** Information given follows **
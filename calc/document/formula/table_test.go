package formula

import (
	"flag"
	"fmt"
	"os"
	"strconv"
	"strings"
	"testing"
	"unicode/utf8"

	"quoin/calc/expr"
)

var update = flag.Bool("update", false, "write the expected halves of the tables in testdata anew")

// A table is a text of cases: lines starting with "> " are input, the lines
// behind them up to a blank line are what is expected. Lines starting with //
// are remarks.
func runTable(t *testing.T, file string, least int, got func(input string) string) {
	t.Helper()
	data, err := os.ReadFile(file)
	if err != nil {
		t.Fatal(err)
	}
	var out strings.Builder
	cases := 0
	for part := range strings.SplitSeq(strings.Trim(string(data), "\n"), "\n\n") {
		part = strings.Trim(part, "\n")
		var remarks, want strings.Builder
		input := ""
		for line := range strings.SplitSeq(part, "\n") {
			switch {
			case strings.HasPrefix(line, "//"):
				remarks.WriteString(line + "\n")
			case strings.HasPrefix(line, "> "):
				input = line[2:]
			default:
				want.WriteString(line + "\n")
			}
		}
		if input == "" {
			out.WriteString(remarks.String() + "\n")
			continue
		}
		cases++
		answer := got(input)
		out.WriteString(remarks.String() + "> " + input + "\n" + answer + "\n")
		if answer != want.String() && !*update {
			t.Errorf("%s\n> %s\ngot:\n%swant:\n%s", file, input, answer, want.String())
		}
	}
	if cases < least {
		t.Errorf("%s holds %d cases, fewer than %d", file, cases, least)
	}
	if *update {
		if err := os.WriteFile(file, []byte(strings.TrimRight(out.String(), "\n")+"\n"), 0o644); err != nil {
			t.Fatal(err)
		}
	}
}

// told lays findings out under an input that is shown behind "> ".
func told(input string, findings []Finding) string {
	var b strings.Builder
	for _, i := range findings {
		pad := utf8.RuneCountInString(input[:i.From])
		carets := max(1, utf8.RuneCountInString(input[i.From:i.To]))
		severity := ""
		if i.Warning {
			severity = "warning: "
		}
		fmt.Fprintf(&b, "  %s%s %s%s: %s\n", strings.Repeat(" ", pad), strings.Repeat("^", carets), severity, i.Code, i.Summary)
		if i.Hint != "" {
			fmt.Fprintf(&b, "    hint: %s\n", i.Hint)
		}
	}
	return b.String()
}

// print writes a tree as text that reads back as the same tree, every operation
// in brackets.
func print(n *expr.Node) string {
	args := make([]string, len(n.Args))
	for i, a := range n.Args {
		args[i] = print(a)
	}
	switch n.Op {
	case expr.Literal:
		return strings.TrimSpace(n.Text + " " + n.Unit)
	case expr.Name:
		return n.Text
	case expr.Item:
		return args[0] + "[" + args[1] + "]"
	case expr.Call:
		if n.Text == "num" {
			args = append(args, n.Unit)
		}
		return n.Text + "(" + strings.Join(args, ", ") + ")"
	case expr.List:
		return "[" + strings.Join(args, ", ") + "]"
	case expr.Neg:
		return "(-" + args[0] + ")"
	case expr.Not:
		return "(not " + args[0] + ")"
	case expr.Less, expr.AtMost, expr.More, expr.AtLeast, expr.Equal:
		return args[0] + " " + string(n.Op) + " " + args[1]
	case expr.Within:
		return args[0] + " within " + args[1]
	case expr.And, expr.Or:
		return "(" + args[0] + " " + string(n.Op) + " " + args[1] + ")"
	}
	if n.Op == expr.Pow && n.Args[0].Unit != "" && n.Args[0].Op == expr.Literal {
		args[0] = "(" + args[0] + ")"
	}
	return "(" + args[0] + " " + string(n.Op) + " " + args[1] + ")"
}

// set are the formula names of the documents in the tables.
func set(name string) bool { return name == "t" || name == "V" || name == "h_n" || name == "omega" }

func TestLines(t *testing.T) {
	runTable(t, "testdata/lines.txt", 100, func(input string) string {
		text := strings.ReplaceAll(input, `\t`, "\t")
		line, findings := ParseLine(text, set)
		if len(findings) > 0 {
			return told(text, findings)
		}
		var b strings.Builder
		switch {
		case line.Tree == nil:
			b.WriteString("  nothing\n")
		case line.Check:
			fmt.Fprintf(&b, "  check %s\n  id %q\n", print(line.Tree), line.Text)
		default:
			fmt.Fprintf(&b, "  %s = %s\n", line.Name, print(line.Tree))
		}
		if line.HasAs {
			fmt.Fprintf(&b, "  as %s, written %s\n", strconv.Quote(line.As.Text), text[line.AsFrom:line.AsTo])
		}
		if line.Source != "" {
			fmt.Fprintf(&b, "  source %q\n", line.Source)
		}
		if line.Description != "" {
			fmt.Fprintf(&b, "  description %q\n", line.Description)
		}
		return b.String()
	})
}

func TestFields(t *testing.T) {
	runTable(t, "testdata/fields.txt", 20, func(input string) string {
		n, findings := ParseExpr(input, set)
		if len(findings) > 0 {
			return told(input, findings)
		}
		return "  " + print(n) + "\n"
	})
}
** End of Information given **
Your goal: Your answer should consist of the lines above that hold the word "SplitSeq".

Worked solution:
	for part := range strings.SplitSeq(strings.Trim(string(data), "\n"), "\n\n") {
		for line := range strings.SplitSeq(part, "\n") {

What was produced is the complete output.